À quoi sert vraiment un tel taux de rafraîchissement
La question mérite d’être posée franchement. La question principale demeure simple : à quoi sert réellement une fréquence de 1 100 Hz aujourd’hui ? Les joueurs professionnels répondront probablement que chaque avantage compte. Toutefois, la majorité des utilisateurs ne verra probablement aucune différence spectaculaire. Le public visé n’est pas le joueur occasionnel qui lance une partie après le travail, mais une frange très spécifique de la scène esport.

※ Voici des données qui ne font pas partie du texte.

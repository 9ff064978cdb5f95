//! Quantization-aware fine-tuning: after the f32 fit, a copy of the
//! parameters is trained for a fixed number of optimizer steps with every
//! network weight matrix fake-quantized in the forward pass exactly as the
//! int8 exporter stores it (per output row: scale = max |w| / 127, value =
//! round(w / scale) clamped to [-127, 127], weight = scale * value;
//! `visviva_blob_support::quantize::quantize_rows`, dequantized as
//! `runtime/src/format.rs` states), the gradient with respect to the
//! rounded weights passed straight through to the f32 ones (the
//! straight-through estimator, Bengio, Leonard & Courville, 2013). Biases,
//! the quadratic kinetic factor and constant port terms stay f32, as the
//! blob stores them. The loss is the f32 fit's derivative-matching loss
//! ([`HnnObjective`] or [`PortObjective`]) and the loop the fit's own
//! ([`crate::learn::fit`]), seeded, with a small learning rate. The int8
//! blob is then quantized from the fine-tuned weights.
//!
//! Port networks' output rows are scaled into physical units before export
//! (`PortModel::physical_*`); their fake quantization here is of the
//! normalized rows, equal to the exporter's up to the f32 rounding of that
//! scaling. Energy networks are stored as trained, so theirs is exact.

use anyhow::Result;
use ndarray::{s, ArrayView2};
use serde::{Deserialize, Serialize};
use visviva_blob_support::quantize::quantize_rows;

use crate::data::dataset::Dataset;
use crate::learn::fit::{input_scales, run_arrays, stack_inputs, FitSettings};
use crate::learn::hnn::{EnergyArch, EnergyModel, HnnObjective, KineticArch, Objective};
use crate::learn::net::MlpShape;
use crate::learn::port::PortObjective;

/// Optimizer steps of the fine-tuning. Our choice: a few hundred steps (a
/// few epochs of the demo logs at batch 256) is enough for the weights to
/// settle on the int8 grid (each weight moves by at most about the learning
/// rate per Adam step, so 300 steps can cross several quantization steps of
/// a typical row) and costs a fraction of a second to a few seconds, a small
/// part of the fit it follows.
pub const STEPS: usize = 300;
/// Peak learning rate: a tenth of the fit's default (3e-3), so the
/// fine-tuning corrects the rounding without leaving the f32 fit's basin
/// (common practice for fine-tuning).
pub const LEARNING_RATE: f32 = 3e-4;
/// Samples per minibatch (the fit's default).
pub const BATCH: usize = 256;
/// Rows per loss evaluation when measuring (bounds the buffers).
const CHUNK: usize = 1024;

/// One weight matrix inside the flat parameter vector.
#[derive(Debug, Clone, Copy, PartialEq, Eq)]
pub struct WeightBlock {
    /// Index of its first weight.
    pub offset: usize,
    /// Output rows.
    pub outputs: usize,
    /// Inputs per row.
    pub inputs: usize,
}

/// What the fine-tuning did, for the command output and report.json.
#[derive(Debug, Clone, PartialEq, Serialize, Deserialize)]
pub struct QatSummary {
    /// Optimizer steps taken.
    pub steps: usize,
    /// Peak learning rate.
    pub learning_rate: f32,
    /// Seed of the minibatch order.
    pub seed: u64,
    /// Mean loss on the validation rows (training rows when there are none)
    /// of the f32 model.
    pub loss_f32: f64,
    /// The same with the f32 model's weights rounded as the exporter rounds
    /// them (the int8 blob without fine-tuning).
    pub loss_rounded: f64,
    /// The same for the fine-tuned weights, rounded (the exported int8
    /// blob).
    pub loss_fine_tuned: f64,
    /// Whether the fine-tuned weights were kept (false: they were not
    /// better than the rounded f32 model on those rows, which is exported).
    pub kept: bool,
}

/// The weight matrices of `shape` whose parameters start at `base`.
fn shape_blocks(shape: &MlpShape, base: usize, out: &mut Vec<WeightBlock>) {
    for k in 0..shape.layers() {
        let (offset, outputs, inputs) = shape.layer_offset(k);
        out.push(WeightBlock {
            offset: base + offset,
            outputs,
            inputs,
        });
    }
}

/// Every network weight matrix of `model`, in the layout of its energy
/// parameters followed by its port parameters (the fit's layout).
pub fn weight_blocks(model: &EnergyModel) -> Vec<WeightBlock> {
    let mut v = Vec::new();
    match &model.arch {
        EnergyArch::General(m) => shape_blocks(m, 0, &mut v),
        EnergyArch::Mechanical { potential, factor } => {
            shape_blocks(potential, 0, &mut v);
            shape_blocks(factor, potential.param_count(), &mut v);
        }
        EnergyArch::Separable { potential, kinetic } => {
            shape_blocks(potential, 0, &mut v);
            if let KineticArch::Network(k) = kinetic {
                shape_blocks(k, potential.param_count(), &mut v);
            }
        }
    }
    if let Some(port) = &model.port {
        let (n, base) = (model.dof, model.params.len());
        if let Some(l) = port.arch.dissipation_net(n) {
            shape_blocks(&l, base, &mut v);
        }
        if let Some(g) = port.arch.input_net(n) {
            shape_blocks(&g, base + port.arch.l_count(n), &mut v);
        }
    }
    v
}

/// Replace the row-major rows of `w` (`inputs` each) by their int8
/// reconstruction, exactly as the exporter quantizes and the runtime
/// dequantizes them: scale * value in f32.
pub fn fake_quantize_rows(w: &mut [f32], inputs: usize) {
    let (values, scales) = quantize_rows(w, inputs);
    for (k, x) in w.iter_mut().enumerate() {
        *x = scales[k / inputs.max(1)] * f32::from(values[k]);
    }
}

/// `params` with every block fake-quantized, into `out`.
pub fn fake_quantize_into(params: &[f32], blocks: &[WeightBlock], out: &mut Vec<f32>) {
    out.clear();
    out.extend_from_slice(params);
    for b in blocks {
        fake_quantize_rows(
            &mut out[b.offset..b.offset + b.outputs * b.inputs],
            b.inputs,
        );
    }
}

/// An objective evaluated at fake-quantized weights; its gradient with
/// respect to them is returned as the gradient of the f32 weights (the
/// straight-through estimator: the clamp never binds, since each row's
/// scale is set by its own largest magnitude).
pub struct FakeQuantized<'a, O> {
    /// The loss.
    pub inner: &'a O,
    /// The weight matrices to round.
    pub blocks: &'a [WeightBlock],
}

impl<O: Objective> Objective for FakeQuantized<'_, O> {
    type Work = (O::Work, Vec<f32>);

    fn param_count(&self) -> usize {
        self.inner.param_count()
    }

    fn loss_sum(
        &self,
        p: &[f32],
        z: ArrayView2<'_, f32>,
        t: ArrayView2<'_, f32>,
        work: &mut Self::Work,
        grad: Option<&mut [f32]>,
    ) -> f64 {
        let (inner_work, rounded) = work;
        fake_quantize_into(p, self.blocks, rounded);
        self.inner.loss_sum(rounded, z, t, inner_work, grad)
    }
}

/// Mean of `obj`'s loss over the rows of (`z`, `t`), in chunks.
fn mean_loss<O: Objective>(
    obj: &O,
    p: &[f32],
    z: ArrayView2<'_, f32>,
    t: ArrayView2<'_, f32>,
) -> f64 {
    let mut work = O::Work::default();
    let mut total = 0.0;
    let mut start = 0;
    while start < z.nrows() {
        let end = (start + CHUNK).min(z.nrows());
        let (zc, tc) = (z.slice(s![start..end, ..]), t.slice(s![start..end, ..]));
        total += obj.loss_sum(p, zc, tc, &mut work, None);
        start = end;
    }
    total / z.nrows().max(1) as f64
}

/// Settings of one fine-tuning: the fit's seed and threads.
#[derive(Debug, Clone, Copy)]
pub struct QatSettings {
    /// Seed of the minibatch order.
    pub seed: u64,
    /// Worker threads.
    pub threads: usize,
    /// Optimizer steps ([`STEPS`] unless a test asks otherwise).
    pub steps: usize,
}

impl QatSettings {
    /// [`STEPS`] steps with `seed` on `threads` threads.
    pub fn new(seed: u64, threads: usize) -> Self {
        Self {
            seed,
            threads,
            steps: STEPS,
        }
    }

    fn fit_settings(&self) -> FitSettings {
        FitSettings {
            steps: Some(self.steps),
            batch: BATCH,
            lr: LEARNING_RATE,
            threads: self.threads,
            early_stop: false,
            seed: self.seed,
            quiet: true,
            ..FitSettings::default()
        }
    }
}

/// Fine-tune `model` (an f32 fit on `train`) with its weights
/// fake-quantized; the best parameters by the rounded loss on `val` (or on
/// `train` without it) are kept when they beat the rounded f32 model there.
/// Returns the model to quantize for export and what was measured.
pub fn fine_tune(
    model: &EnergyModel,
    train: &Dataset,
    val: Option<&Dataset>,
    settings: &QatSettings,
) -> Result<(EnergyModel, QatSummary)> {
    match &model.port {
        None => {
            let obj = HnnObjective::new(model.dof, model.arch.clone(), &model.norm);
            tune_with(&obj, model, train, val, settings)
        }
        Some(port) => {
            let obj = PortObjective::new(
                model.dof,
                model.arch.clone(),
                port.arch.clone(),
                &model.norm,
            );
            tune_with(&obj, model, train, val, settings)
        }
    }
}

/// [`fine_tune`] with the model's own loss `obj`.
fn tune_with<O: Objective>(
    obj: &O,
    model: &EnergyModel,
    train: &Dataset,
    val: Option<&Dataset>,
    settings: &QatSettings,
) -> Result<(EnergyModel, QatSummary)> {
    let input_scale = model
        .port
        .as_ref()
        .map_or_else(|| input_scales(train), |p| p.input_scale.clone());
    let (z, t) = stack_inputs(&model.norm, train, &input_scale)?;
    let validation = val
        .map(|v| stack_inputs(&model.norm, v, &input_scale))
        .transpose()?;
    let (vz, vt) = validation
        .as_ref()
        .map_or((z.view(), t.view()), |(a, b)| (a.view(), b.view()));
    let blocks = weight_blocks(model);
    let rounded = FakeQuantized {
        inner: obj,
        blocks: &blocks,
    };
    let start: Vec<f32> = joined(model);
    let loss_f32 = mean_loss(obj, &start, vz, vt);
    let loss_rounded = mean_loss(&rounded, &start, vz, vt);
    let (vz, vt) = (vz.to_owned(), vt.to_owned());
    let (tuned, report) = run_arrays(
        &rounded,
        start.clone(),
        z,
        t,
        Some((vz.clone(), vt.clone())),
        &settings.fit_settings(),
    )?;
    let loss_tuned = mean_loss(&rounded, &tuned, vz.view(), vt.view());
    let kept = loss_tuned < loss_rounded;
    let summary = QatSummary {
        steps: report.steps,
        learning_rate: LEARNING_RATE,
        seed: settings.seed,
        loss_f32,
        loss_rounded,
        loss_fine_tuned: if kept { loss_tuned } else { loss_rounded },
        kept,
    };
    let params = if kept { tuned } else { start };
    Ok((split_back(model, params), summary))
}

/// The energy parameters followed by the port parameters.
fn joined(model: &EnergyModel) -> Vec<f32> {
    let port = model.port.as_ref().map_or(&[][..], |p| p.params.as_slice());
    model.params.iter().chain(port).copied().collect()
}

/// `model` with the joined parameters `p` put back.
fn split_back(model: &EnergyModel, mut p: Vec<f32>) -> EnergyModel {
    let port_params = p.split_off(model.params.len());
    let mut out = model.clone();
    out.params = p;
    if let Some(port) = out.port.as_mut() {
        port.params = port_params;
    }
    out
}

Samsung ne s’en cache pas. L’Odyssey G6 2027 est spécifiquement conçu, selon Samsung, “pour les joueurs FPS qui placent la vitesse et la clarté du mouvement en priorité”. Sur des jeux compétitifs comme des shooters à la première personne, chaque milliseconde de latence peut théoriquement influencer un duel. Mais encore faut-il disposer du matériel capable de suivre : une carte graphique produisant plus de mille images par seconde en continu, ce qui suppose des paramètres graphiques réduits au strict minimum. En pratique, un jeu et un PC doivent aussi produire des taux d’images par seconde exceptionnellement élevés pour que ce mode supérieur ait une utilité, et Samsung ne fait aucune promesse de performance pour un jeu ou une carte graphique en particulier.
Le contexte scientifique invite d’ailleurs à la prudence. Plusieurs observateurs du secteur soulignent que ces fréquences dépassent très largement ce que l’œil humain est capable de percevoir distinctement. Le gain réel se joue davantage sur la réduction de la latence d’entrée que sur une fluidité visuellement perceptible au-delà de quelques centaines de hertz.

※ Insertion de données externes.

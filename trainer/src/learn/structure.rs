//! The model structure as the user names it, in `visviva.toml` and on the
//! command line alike (one vocabulary), and its one translation into the
//! trainer's choice: the single place where an energy activation is refused.

use anyhow::{bail, Result};
use serde::{Deserialize, Serialize};

use crate::learn::fit::ArchChoice;
use crate::learn::net::Activation;

/// Energy structure.
#[derive(Debug, Clone, Copy, Deserialize, Serialize, PartialEq, Eq)]
#[serde(rename_all = "lowercase")]
pub enum Arch {
    /// H = T(p) + V(q): explicit symplectic stepping on the device.
    Separable,
    /// H(q, p) over all coordinates: needs an implicit method on the device.
    General,
    /// H = 1/2 p^T M(q)^-1 p + V(q): a rigid linkage, whose mass matrix
    /// depends on the angles; needs an implicit method on the device.
    Mechanical,
    /// Each of the above that the log permits, fitted on a short budget;
    /// the one with the smallest held-out state error is kept (see
    /// [`crate::learn::auto`]).
    Auto,
}

/// Kinetic term of a separable model.
#[derive(Debug, Clone, Copy, Deserialize, Serialize, PartialEq, Eq)]
#[serde(rename_all = "lowercase")]
pub enum KineticKind {
    /// 1/2 p^T M^-1 p with a learned constant M^-1.
    Quadratic,
    /// A network T(p).
    Network,
}

/// Hidden activation.
#[derive(Debug, Clone, Copy, Deserialize, Serialize, PartialEq, Eq)]
#[serde(rename_all = "lowercase")]
pub enum ActivationName {
    /// tanh (default).
    Tanh,
    /// softplus.
    Softplus,
    /// Refused for energy networks, with the reason.
    Relu,
}

/// The activation of an energy network; `setting` names where the user
/// chose it (a flag or a project key) for the refusal.
pub fn energy_activation(name: ActivationName, setting: &str) -> Result<Activation> {
    match name {
        ActivationName::Tanh => Ok(Activation::Tanh),
        ActivationName::Softplus => Ok(Activation::Softplus),
        ActivationName::Relu => bail!(
            "{setting} = relu is refused for energy networks: ReLU's derivative is piecewise \
             constant, so the vector field dq/dt = dH/dp, dp/dt = -dH/dq would be discontinuous \
             (and its second derivative, which training needs, is zero almost everywhere); use \
             tanh or softplus"
        ),
    }
}

/// The trainer's structure choice from the user's names.
pub fn arch_choice(
    arch: Arch,
    kinetic: KineticKind,
    hidden: &[usize],
    activation: ActivationName,
    activation_setting: &str,
) -> Result<ArchChoice> {
    if arch == Arch::Auto {
        bail!(
            "arch = \"auto\" names no single structure: it is settled by fitting each \
             candidate (crate::learn::auto) before a plan is made"
        );
    }
    Ok(ArchChoice {
        separable: arch == Arch::Separable,
        quadratic_kinetic: kinetic == KineticKind::Quadratic,
        mechanical: arch == Arch::Mechanical,
        hidden: hidden.to_vec(),
        activation: energy_activation(activation, activation_setting)?,
    })
}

Un panneau IPS classique, pas de l’OLED
Autre nuance technique importante : contrairement à la majorité des nouveautés Odyssey présentées cette année, le G6 mise sur une dalle IPS traditionnelle, pas sur l’OLED. Contrairement à tous les autres moniteurs annoncés par Samsung, cet écran est le seul modèle non-OLED, doté d’un panneau IPS avec un temps de réponse de 1 ms. Ce choix n’est pas anodin : les technologies IPS restent généralement moins coûteuses à produire à haute fréquence que les dalles OLED, ce qui explique en partie pourquoi Samsung a pu pousser ce modèle si loin sur le terrain du hertz brut.

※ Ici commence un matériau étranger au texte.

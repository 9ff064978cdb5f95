//! The networks' matrix products C = A B (or C += A B) on a register-blocked
//! micro-kernel in safe Rust, compiled for AVX-512 and AVX2+FMA as well and
//! picked at run time by the `multiversion` crate (no `unsafe` here).
//!
//! B and C are row-major (B's rows are read whole, so no packing); A is
//! row-major or the transpose of a row-major buffer (`zbar^T`, read in
//! place). A block of rows x columns of C lives in fixed-size arrays that
//! LLVM keeps in vector registers (AVX-512: 4 rows x 64 columns = 16 zmm);
//! for each k it broadcasts A(i, k) and adds it times B's row k with one
//! fused multiply-add per element.
//!
//! Bits: every element of C is one chain c <- fma(A(i,k), B(k,j), c) over k
//! in increasing order, starting from 0 (or from C's value when adding),
//! whatever the block sizes, the k-blocking or the vector width. The fused
//! multiply-add rounds once on every CPU (`f32::mul_add`: one instruction in
//! the FMA and AVX-512 variants, the C library's `fmaf` in the portable
//! one), so every variant gives the same bits on every CPU. (The AVX-512
//! variant runs where `multiversion` finds the Ice Lake set of AVX-512
//! extensions, its rule against slow early AVX-512; elsewhere AVX2+FMA.)
//!
//! Narrow products (fewer than 8 columns: a network's scalar output, its
//! first layer's input adjoint and weight gradient) use the same chains,
//! with A's column read as one vector when A is stored transposed. Operands
//! in any other layout go to ndarray's `general_mat_mul` (none of the
//! trainer's do).

use ndarray::linalg::general_mat_mul;
use ndarray::{ArrayView2, ArrayViewMut2};

/// Inner-dimension block: C's block is stored and reloaded every `KC` steps
/// of k so that the rows of B being streamed stay in cache (exact: the f32
/// accumulator round-trips through memory unchanged).
const KC: usize = 256;

/// Whether a product adds to C or overwrites it.
#[derive(Debug, Clone, Copy, PartialEq, Eq)]
pub enum Store {
    /// C = A B.
    Overwrite,
    /// C += A B.
    Add,
}

/// A's elements in memory: row-major (`a[i * k_dim + k]`) or the transpose
/// of a row-major buffer (`a[k * m + i]`).
#[derive(Debug, Clone, Copy)]
enum Lhs<'a> {
    Rows(&'a [f32], usize),
    Columns(&'a [f32], usize),
}

/// A's elements, read a column of R rows at a time; one type per layout
/// so that each kernel is compiled for one.
trait Column: Copy {
    /// Whether A(i0..i0+R, k) is contiguous in memory.
    const CONTIGUOUS: bool;

    /// A(i0..i0+R, k).
    fn column<const R: usize>(self, i0: usize, k: usize) -> [f32; R];
}

/// Row-major A with `k` columns.
#[derive(Debug, Clone, Copy)]
struct RowMajor<'a>(&'a [f32], usize);

/// A stored as the row-major transpose, `m` rows of A per stored row.
#[derive(Debug, Clone, Copy)]
struct ColumnMajor<'a>(&'a [f32], usize);

impl Column for RowMajor<'_> {
    const CONTIGUOUS: bool = false;

    #[inline(always)]
    fn column<const R: usize>(self, i0: usize, k: usize) -> [f32; R] {
        std::array::from_fn(|r| self.0[(i0 + r) * self.1 + k])
    }
}

impl Column for ColumnMajor<'_> {
    const CONTIGUOUS: bool = true;

    #[inline(always)]
    fn column<const R: usize>(self, i0: usize, k: usize) -> [f32; R] {
        let col: &[f32; R] = self.0[k * self.1 + i0..][..R]
            .try_into()
            .expect("R elements");
        *col
    }
}

/// The shapes and memory of one product, checked.
#[derive(Debug, Clone, Copy)]
struct Operands<'a, A> {
    a: A,
    b: &'a [f32],
    m: usize,
    n: usize,
    k: usize,
}

impl<'a, A> Operands<'a, A> {
    fn with<L>(self, a: L) -> Operands<'a, L> {
        let Self { b, m, n, k, .. } = self;
        Operands { a, b, m, n, k }
    }
}

/// C = A B or C += A B. A may be in standard layout or the transposed view
/// of a standard-layout array; B and C must be in standard layout (ndarray
/// handles any other layout).
pub fn mat_mul(
    a: ArrayView2<'_, f32>,
    b: ArrayView2<'_, f32>,
    store: Store,
    c: &mut ArrayViewMut2<'_, f32>,
) {
    let (m, k) = a.dim();
    let (k2, n) = b.dim();
    assert!(
        k == k2 && c.dim() == (m, n),
        "product shapes {m}x{k} {k2}x{n} -> {:?}",
        c.dim()
    );
    let lhs = if a.is_standard_layout() {
        a.to_slice().map(|s| Lhs::Rows(s, k))
    } else if a.t().is_standard_layout() {
        a.t().to_slice().map(|s| Lhs::Columns(s, m))
    } else {
        None
    };
    match (lhs, b.to_slice(), c.as_slice_mut()) {
        (Some(a), Some(b), Some(c)) if m > 0 => kernel(Operands { a, b, m, n, k }, store, c),
        _ => {
            let beta = if store == Store::Add { 1.0 } else { 0.0 };
            general_mat_mul(1.0, &a, &b, beta, c)
        }
    }
}

/// The dispatch point: one variant per vector unit.
#[multiversion::multiversion(targets("x86_64+avx512f", "x86_64+avx2+fma"))]
fn kernel(ops: Operands<'_, Lhs<'_>>, store: Store, c: &mut [f32]) {
    if multiversion::target::target_cfg_f!(target_feature = "avx512f") {
        by_layout::<4, 64, 16>(ops, store, c)
    } else {
        by_layout::<3, 32, 8>(ops, store, c)
    }
}

/// One kernel per layout of A: rows of R x W blocks, narrow columns T rows
/// at a time.
#[inline(always)]
fn by_layout<const R: usize, const W: usize, const T: usize>(
    ops: Operands<'_, Lhs<'_>>,
    store: Store,
    c: &mut [f32],
) {
    match ops.a {
        Lhs::Rows(a, k) => drive::<R, W, T, _>(ops.with(RowMajor(a, k)), store, c),
        Lhs::Columns(a, m) => drive::<R, W, T, _>(ops.with(ColumnMajor(a, m)), store, c),
    }
}

/// All of C, k block by k block, then column panels of `W`, 16, 8 and 1
/// columns, each over all rows (single columns T rows at a time, or 64
/// where A's column is contiguous).
#[inline(always)]
fn drive<const R: usize, const W: usize, const T: usize, A: Column>(
    ops: Operands<'_, A>,
    store: Store,
    c: &mut [f32],
) {
    let mut k0 = 0;
    loop {
        let k1 = ops.k.min(k0 + KC);
        let add = store == Store::Add || k0 > 0;
        let mut j = 0;
        while ops.n - j >= W {
            panel::<R, W, A>(ops, (k0, k1), j, add, c);
            j += W;
        }
        while ops.n - j >= 16 {
            panel::<R, 16, A>(ops, (k0, k1), j, add, c);
            j += 16;
        }
        while ops.n - j >= 8 {
            panel::<R, 8, A>(ops, (k0, k1), j, add, c);
            j += 8;
        }
        while j < ops.n {
            if A::CONTIGUOUS {
                column::<64, A>(ops, (k0, k1), j, add, c);
            } else {
                panel::<T, 1, A>(ops, (k0, k1), j, add, c);
            }
            j += 1;
        }
        k0 = k1;
        if k1 == ops.k {
            break;
        }
    }
}

/// Columns j0..j0+W of C, rows in blocks of R then one by one.
#[inline(always)]
fn panel<const R: usize, const W: usize, A: Column>(
    ops: Operands<'_, A>,
    ks: (usize, usize),
    j0: usize,
    add: bool,
    c: &mut [f32],
) {
    let mut i = 0;
    while ops.m - i >= R {
        block::<R, W, A>(ops, ks, (i, j0), add, c);
        i += R;
    }
    while i < ops.m {
        block::<1, W, A>(ops, ks, (i, j0), add, c);
        i += 1;
    }
}

/// Column j of C, T rows at a time, with A's column read as one vector
/// and B(k, j) broadcast (the same fused multiply-adds as [`block`], so the
/// same bits); rows past the last multiple of T one by one.
#[inline(always)]
fn column<const T: usize, A: Column>(
    ops: Operands<'_, A>,
    (k0, k1): (usize, usize),
    j: usize,
    add: bool,
    c: &mut [f32],
) {
    let n = ops.n;
    let mut i0 = 0;
    while ops.m - i0 >= T {
        let mut acc = [0.0f32; T];
        if add {
            acc = std::array::from_fn(|r| c[(i0 + r) * n + j]);
        }
        for k in k0..k1 {
            let (a, b) = (ops.a.column::<T>(i0, k), ops.b[k * n + j]);
            for r in 0..T {
                acc[r] = a[r].mul_add(b, acc[r]);
            }
        }
        for (r, v) in acc.iter().enumerate() {
            c[(i0 + r) * n + j] = *v;
        }
        i0 += T;
    }
    while i0 < ops.m {
        block::<1, 1, A>(ops, (k0, k1), (i0, j), add, c);
        i0 += 1;
    }
}

/// The micro-kernel: C(i0..i0+R, j0..j0+W) (+)= A(i0.., k0..k1) B(k0..k1, j0..),
/// accumulated in registers.
#[inline(always)]
fn block<const R: usize, const W: usize, A: Column>(
    ops: Operands<'_, A>,
    (k0, k1): (usize, usize),
    (i0, j0): (usize, usize),
    add: bool,
    c: &mut [f32],
) {
    let n = ops.n;
    let mut acc = [[0.0f32; W]; R];
    if add {
        for (r, row) in acc.iter_mut().enumerate() {
            row.copy_from_slice(&c[(i0 + r) * n + j0..][..W]);
        }
    }
    for k in k0..k1 {
        let b: &[f32; W] = ops.b[k * n + j0..][..W].try_into().expect("W elements");
        let a = ops.a.column::<R>(i0, k);
        for r in 0..R {
            for j in 0..W {
                acc[r][j] = a[r].mul_add(b[j], acc[r][j]);
            }
        }
    }
    for (r, row) in acc.iter().enumerate() {
        c[(i0 + r) * n + j0..][..W].copy_from_slice(row);
    }
}

#[cfg(test)]
mod tests {
    use super::*;
    use ndarray::Array2;
    use rand::{Rng, SeedableRng};
    use rand_chacha::ChaCha8Rng;

    fn random(rng: &mut ChaCha8Rng, rows: usize, cols: usize) -> Array2<f32> {
        Array2::from_shape_fn((rows, cols), |_| rng.random_range(-1.0f32..1.0))
    }

    /// The portable chain the module doc defines: per element, fma over k
    /// in increasing order from 0 (or from C).
    fn chain(a: ArrayView2<'_, f32>, b: ArrayView2<'_, f32>, c: &mut Array2<f32>, store: Store) {
        for ((i, j), cij) in c.indexed_iter_mut() {
            let mut s = if store == Store::Add { *cij } else { 0.0 };
            for k in 0..a.ncols() {
                s = a[(i, k)].mul_add(b[(k, j)], s);
            }
            *cij = s;
        }
    }

    /// Shapes of the trainer's products (batch x 64 x 64, the first layer's
    /// 2 inputs, the output layer's single row, the weight gradients with
    /// the batch as inner dimension, longer than one k block, the first
    /// layer's with 2 columns), widths that are not a multiple of the
    /// vector width, and an empty inner dimension.
    const SHAPES: [(usize, usize, usize); 12] = [
        (64, 256, 2),
        (70, 300, 1),
        (4, 0, 16),
        (256, 64, 64),
        (13, 64, 64),
        (256, 2, 64),
        (256, 1, 64),
        (64, 600, 64),
        (1, 300, 64),
        (7, 9, 8),
        (10, 5, 27),
        (5, 3, 100),
    ];

    fn same_bits(x: &Array2<f32>, y: &Array2<f32>) -> bool {
        x.iter().zip(y).all(|(p, q)| p.to_bits() == q.to_bits())
    }

    fn operands<'a>(a: ArrayView2<'a, f32>, b: ArrayView2<'a, f32>) -> Operands<'a, Lhs<'a>> {
        let (m, k) = a.dim();
        let lhs = match a.to_slice() {
            Some(s) => Lhs::Rows(s, k),
            None => Lhs::Columns(a.reversed_axes().to_slice().unwrap(), m),
        };
        let (b, n) = (b.to_slice().unwrap(), b.ncols());
        Operands { a: lhs, b, m, n, k }
    }

    /// The dispatched kernel (AVX-512 on this machine, AVX2+FMA or portable
    /// elsewhere) and both block shapes compiled without dispatch equal the
    /// fma chain of the module doc bit for bit, for A in both layouts and
    /// both modes.
    #[test]
    fn dispatched_product_equals_the_portable_chain_bit_for_bit() {
        let mut rng = ChaCha8Rng::seed_from_u64(11);
        for (m, k, n) in SHAPES {
            let a = random(&mut rng, m, k);
            let at = random(&mut rng, k, m);
            let b = random(&mut rng, k, n);
            let c0 = random(&mut rng, m, n);
            for lhs in [a.view(), at.t()] {
                for store in [Store::Overwrite, Store::Add] {
                    let (mut got, mut want) = (c0.clone(), c0.clone());
                    mat_mul(lhs, b.view(), store, &mut got.view_mut());
                    chain(lhs, b.view(), &mut want, store);
                    assert!(same_bits(&got, &want), "{m}x{k}x{n} {store:?}");
                    // Both block shapes compiled without dispatch (portable).
                    let ops = operands(lhs, b.view());
                    for blocks in [by_layout::<4, 64, 16>, by_layout::<3, 32, 8>] {
                        let mut portable = c0.clone();
                        blocks(ops, store, portable.as_slice_mut().unwrap());
                        assert!(same_bits(&portable, &want), "{m}x{k}x{n} {store:?}");
                    }
                }
            }
        }
    }

    /// Reference: the textbook triple loop in f64. Tolerance: each output is
    /// k rounded fused multiply-adds of terms below 1 in size, so its error
    /// is below gamma_k (|c| + sum |a b|), gamma_k = k u / (1 - k u),
    /// u = 2^-24 (standard bound, Higham,
    /// "Accuracy and Stability of Numerical Algorithms", sec. 3.1; stated
    /// from memory); asserted against that bound per element.
    #[test]
    fn product_matches_the_f64_triple_loop() {
        let mut rng = ChaCha8Rng::seed_from_u64(12);
        for (m, k, n) in SHAPES {
            let a = random(&mut rng, k, m);
            let b = random(&mut rng, k, n);
            let c0 = random(&mut rng, m, n);
            let mut got = c0.clone();
            mat_mul(a.t(), b.view(), Store::Add, &mut got.view_mut());
            let mut worst = 0.0f64;
            for ((i, j), &g) in got.indexed_iter() {
                let (mut s, mut size) = (c0[(i, j)] as f64, c0[(i, j)].abs() as f64);
                for kk in 0..k {
                    let t = a[(kk, i)] as f64 * b[(kk, j)] as f64;
                    s += t;
                    size += t.abs();
                }
                let ku = k as f64 * f32::EPSILON as f64 / 2.0;
                let bound = ku / (1.0 - ku) * size;
                worst = worst.max((g as f64 - s).abs() / bound.max(f64::MIN_POSITIVE));
                assert!((g as f64 - s).abs() <= bound, "{m}x{k}x{n} at ({i},{j})");
            }
            println!("{m}x{k}x{n}: largest error / bound {worst:.3}");
        }
    }
}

Le reste de la connectique reste cohérent avec un positionnement compétitif. L’écran prend en charge le HDR10 et le HDR10+, l’AMD FreeSync Premium, le Nvidia G-Sync, le DisplayPort et le HDMI, et sera lancé mondialement fin 2026. Samsung avait d’ailleurs déjà testé le terrain plus tôt dans l’année. Samsung avait d’abord montré une version à 1 040 Hz du G6 au CES, plus tôt dans l’année. Le chiffre a donc encore été gonflé de 60 Hz supplémentaires entre janvier et août, comme si la course aux mégahertz obéissait désormais à sa propre logique de communication plutôt qu’à un vrai besoin des joueurs.
Ce qu’il reste à savoir avant l’achat
Samsung n’a pour l’instant communiqué ni prix ni date précise de commercialisation. Samsung prévoit de commencer les ventes mondiales de l’Odyssey G6 avant la fin de l’année 2026, mais la date de sortie exacte et le prix n’ont pas encore été dévoilés. Ce flou n’est pas anodin pour un produit qui s’annonce clairement premium, réservé à une niche de joueurs compétitifs prêts à payer cher pour quelques images supplémentaires par seconde, dont l’utilité réelle reste à démontrer sur le terrain.
Le vrai enseignement de cette annonce dépasse le seul cas Samsung : la course aux hertz ressemble de plus en plus à celle des mégapixels sur les appareils photo il y a quinze ans, un chiffre marketing qui masque des compromis techniques bien plus déterminants pour l’expérience réelle. Avant de se laisser fasciner par un chiffre à quatre chiffres, mieux vaut vérifier à quelle résolution il s’applique réellement, et si votre configuration a seulement les moyens de l’exploiter.